[Start of Attachment]

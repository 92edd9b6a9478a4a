"""Bends taken out of a curved ridge before whitening: a quadratic shear between two coordinates.

Where a parameter ``u_j`` lies along a parabola in another, ``u_k`` (a curved
ridge, :func:`walktune.reparam.curved_ridge_findings`), the sampler
coordinates straighten it first:

    v_j = u_j - c (u_k - a)^2,     every other v_i = u_i,

with ``c`` the coefficient of ``(u_k - a)^2`` in the least-squares fit of
``u_j`` on ``1, u_k - a, (u_k - a)^2`` over the pilot's draws, and ``a`` the
draws' mean of ``u_k``. A coordinate that is bent is never one another bends
along, so the map is undone in one step, ``u_j = v_j + c (v_k - a)^2``; its
Jacobian is triangular with a unit diagonal, so ``log |det dv/du| = 0`` and the
density of ``v`` is that of ``u``. The linear part of the fit is left to the
whitening that follows (:class:`walktune.reparam.SamplingMap`).

A bend is kept only where it straightens: the curvature measure of ``v_j``
(:func:`walktune.reparam.curvature_measure`) falls below the threshold that
raised the finding. The proof then measures a random walk in the new
coordinates against the others (row ``transformed-rotated``); nothing is
recommended on this test alone.

The exactly Gaussian case is the twisted Gaussian of Haario, Saksman and
Tamminen (1999): ``x2 = y2 + b (x1^2 - 100)`` with ``y2 ~ N(0, 1)`` independent
of ``x1``, which this shear with ``c = b`` maps back to a Gaussian.

References
----------
Haario, H., Saksman, E. and Tamminen, J. (1999). Adaptive proposal distribution for random walk
Metropolis algorithm. Computational Statistics, 14(3), 375-395.
"""

from __future__ import annotations

from dataclasses import dataclass

import numpy as np


@dataclass(frozen=True)
class Bend:
    """``v[index] = u[index] - coefficient (u[along] - centre)^2``; ``name`` and ``along_name`` are the parameters'."""

    name: str
    along_name: str
    index: int
    along: int
    coefficient: float
    centre: float

    def to_dict(self) -> dict:
        return {"parameter": self.name, "along": self.along_name, "coefficient": float(self.coefficient),
                "centre": float(self.centre)}

    def describe(self) -> str:
        return f"{self.name} - {self.coefficient:.4g} ({self.along_name} - {self.centre:.4g})^2"


def straighten(u: np.ndarray, bends: list) -> np.ndarray:
    """``v`` for ``u`` of shape (..., d): every bend taken out."""
    if not bends:
        return u
    v = np.array(u, dtype=float, copy=True)
    for bend in bends:
        v[..., bend.index] -= bend.coefficient * (u[..., bend.along] - bend.centre) ** 2
    return v


def bend_back(v: np.ndarray, bends: list) -> np.ndarray:
    """``u`` for ``v`` of shape (..., d): the inverse of :func:`straighten` (a coordinate bent along is never bent)."""
    if not bends:
        return v
    u = np.array(v, dtype=float, copy=True)
    for bend in bends:
        u[..., bend.index] += bend.coefficient * (v[..., bend.along] - bend.centre) ** 2
    return u


def read_bends(entries: list, names: list) -> list:
    """Bends from their JSON entries; a parameter bent along must not itself be bent (ValueError otherwise)."""
    bends = [Bend(e["parameter"], e["along"], names.index(e["parameter"]), names.index(e["along"]),
                  float(e["coefficient"]), float(e["centre"])) for e in entries]
    if {b.index for b in bends} & {b.along for b in bends} or len({b.index for b in bends}) < len(bends):
        raise ValueError("a parameter is bent twice, or bent and bent along")
    if not all(np.isfinite([b.coefficient for b in bends] + [b.centre for b in bends])):
        raise ValueError("a bend's coefficient or centre is not finite")
    return bends


def _partner(u: np.ndarray, j: int, excluded: set) -> int | None:
    """The coordinate ``u_j`` is most correlated with through its centred square (None: no candidate)."""
    centred = u - u.mean(axis=0)
    best, best_corr = None, 0.0
    for k in range(u.shape[1]):
        if k == j or k in excluded:
            continue
        with np.errstate(divide="ignore", invalid="ignore"):
            corr = abs(np.nan_to_num(np.corrcoef(u[:, j], centred[:, k] ** 2)[0, 1]))
        if corr > best_corr:
            best, best_corr = k, corr
    return best


def _fit_bend(u: np.ndarray, j: int, k: int, names: list) -> Bend:
    """The least-squares bend of ``u_j`` along ``u_k``."""
    centre = float(u[:, k].mean())
    x = u[:, k] - centre
    design = np.column_stack([np.ones_like(x), x, x**2])
    coefficients = np.linalg.lstsq(design, u[:, j], rcond=None)[0]
    return Bend(names[j], names[k], j, k, float(coefficients[2]), centre)


def choose_bends(u: np.ndarray, names: list, curvature: np.ndarray, threshold: float, measure) -> list:
    """Bends that straighten the curved coordinates of ``u`` (n, d), given their ``curvature`` (d,).

    Each coordinate whose curvature exceeds ``threshold`` (most curved first)
    is bent along its partner (:func:`_partner`), which must not itself be bent;
    the bends are kept where ``measure`` (the curvature measure) of the
    straightened draws falls below ``threshold``.
    """
    bent, along, candidates = set(), set(), []
    for j in np.argsort(-curvature):
        if curvature[j] <= threshold or j in along:
            continue
        k = _partner(u, int(j), bent | {int(j)})
        if k is None:
            continue
        candidates.append(_fit_bend(u, int(j), k, names))
        bent.add(int(j))
        along.add(k)
    if not candidates:
        return []
    after = measure(straighten(u, candidates))
    return [bend for bend in candidates if after[bend.index] < threshold and np.isfinite(bend.coefficient)]


def bend_ridges(reparam, draws: np.ndarray, before: np.ndarray, prior_covariance=None,
                n_independent=None, threshold: float | None = None):
    """``reparam`` (a SamplingMap) with bends where they straighten a curved ridge its transforms leave.

    ``draws`` (n, d) are the pilot's, ``before`` (d,) their curvature measure;
    the map's mean and covariance are refitted to the straightened draws.
    Returns ``reparam`` itself when no bend straightens anything.
    """
    from .reparam import CURVED, curvature_measure, fit_map

    threshold = CURVED if threshold is None else threshold
    if not np.any(before > threshold):
        return reparam
    with np.errstate(divide="ignore", invalid="ignore"):
        u = reparam.straightened(draws)
    if not np.all(np.isfinite(u)):
        return reparam
    transformed = any(t.kind != "identity" for t in reparam.transforms)
    curvature = curvature_measure(u) if transformed else before
    bends = choose_bends(u, reparam.parameter_names, curvature, threshold, curvature_measure)
    if not bends:
        return reparam
    v = straighten(u, bends)
    return fit_map(reparam.parameter_names, reparam.transforms, v.mean(axis=0), np.atleast_2d(np.cov(v.T)),
                   prior_covariance, n_independent, bends=bends)
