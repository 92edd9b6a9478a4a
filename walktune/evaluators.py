"""Evaluation of the user's log-density on a batch of points.

The engine hands every batch of proposed points to one evaluator call; this is
the single seam through which evaluations may be sent elsewhere (other
processes, other machines). An evaluator returns one float per point and a
description of any exception raised at a point; it never decides acceptance
and never draws random numbers, so results do not depend on where the
evaluations ran.
"""

from __future__ import annotations

import time
import traceback
from dataclasses import dataclass, field
from typing import Callable

import numpy as np


@dataclass
class BatchResult:
    """Values of the log-density at a batch of points.

    Attributes
    ----------
    values : ndarray of shape (n_points,)
        The log-density; NaN where the function raised an exception.
    errors : dict of int to str
        For each point whose evaluation raised, the formatted traceback.
    busy_seconds : float
        Seconds the workers spent evaluating, summed over workers (0 for
        in-process evaluation, where the caller's wall time is the measure).
    """

    values: np.ndarray
    errors: dict = field(default_factory=dict)
    busy_seconds: float = 0.0


def _refuse_non_numeric(value) -> None:
    """Raise TypeError, naming what came back, when a log-density returned text or another non-number.

    ``np.asarray(value, dtype=float)`` alone would turn the string "1.5" into 1.5.
    """
    if isinstance(value, (str, bytes)):
        raise TypeError(f"the log-density returned a {type(value).__name__} ({value!r:.40}) instead of a number")
    array = np.asarray(value)
    kind = array.dtype.kind
    if kind in "USV" or (kind == "O" and any(isinstance(v, (str, bytes)) for v in array.reshape(-1))):
        raise TypeError(
            f"the log-density returned text ({type(value).__name__} {str(value)!r:.40}) instead of numbers"
        )
    if kind not in "iufO":
        raise TypeError(f"the log-density returned a {type(value).__name__} of dtype {array.dtype} instead of a number")
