def _weigh_regions(counter, regions: list, scale: np.ndarray) -> str | None:
    """Laplace masses of the regions (walktune.modes), from a finite-difference Hessian at each mode (2 d^2 + 1 each)."""
    d = scale.shape[0]
    hessians = []
    for region in regions:
        if counter.left() < 2 * d * d + 1:
            return "the evaluation budget ran out before the mass of every region was estimated"
        hessians.append(finite_difference_hessian(counter, region.mode, scale))
    _, masses, minor = weigh([r.log_density for r in regions], hessians)
    for region, mass, negligible in zip(regions, masses, minor):
        region.mass, region.negligible = float(mass), bool(negligible and not np.isfinite(mass))
    return None


def _free_chain_shares(regions: list, labels: np.ndarray) -> None:
    """Each region's share of the draws of chains that moved between regions, and how often they entered it."""
    free = moved_between(chain_visits(labels, len(regions)))
    if not free.any():
        return
    moving = labels[free]
    entering = np.ones(moving.shape, dtype=bool)  # the first draw of a chain, and every change of region
    entering[:, 1:] = moving[:, 1:] != moving[:, :-1]
    entered = moving[entering]
    for r, region in enumerate(regions):
        region.free_share = float(np.mean(moving == r))
        region.entries = int(np.sum(entered == r))


def assign_draws(regions: list, draws: np.ndarray) -> np.ndarray:
    """Region of every draw (chains, n, d), shape (chains, n): the one whose mode and covariance make it most likely."""
    m, n, d = draws.shape
    if len(regions) < 2:
        return np.zeros((m, n), dtype=int)
    flat = draws.reshape(-1, d)
    return np.argmax(_region_log_likelihoods([r.mode for r in regions], [r.covariance for r in regions], flat),
                     axis=1).reshape(m, n)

[End of Attachment]

» **Work instruction**
Which lines of the listing contain the word "their"? Copy each of them.

» **Answer section**
    """Bends from their JSON entries; a parameter bent along must not itself be bent (ValueError otherwise)."""
    """Bends that straighten the curved coordinates of ``u`` (n, d), given their ``curvature`` (d,).
    ``draws`` (n, d) are the pilot's, ``before`` (d,) their curvature measure;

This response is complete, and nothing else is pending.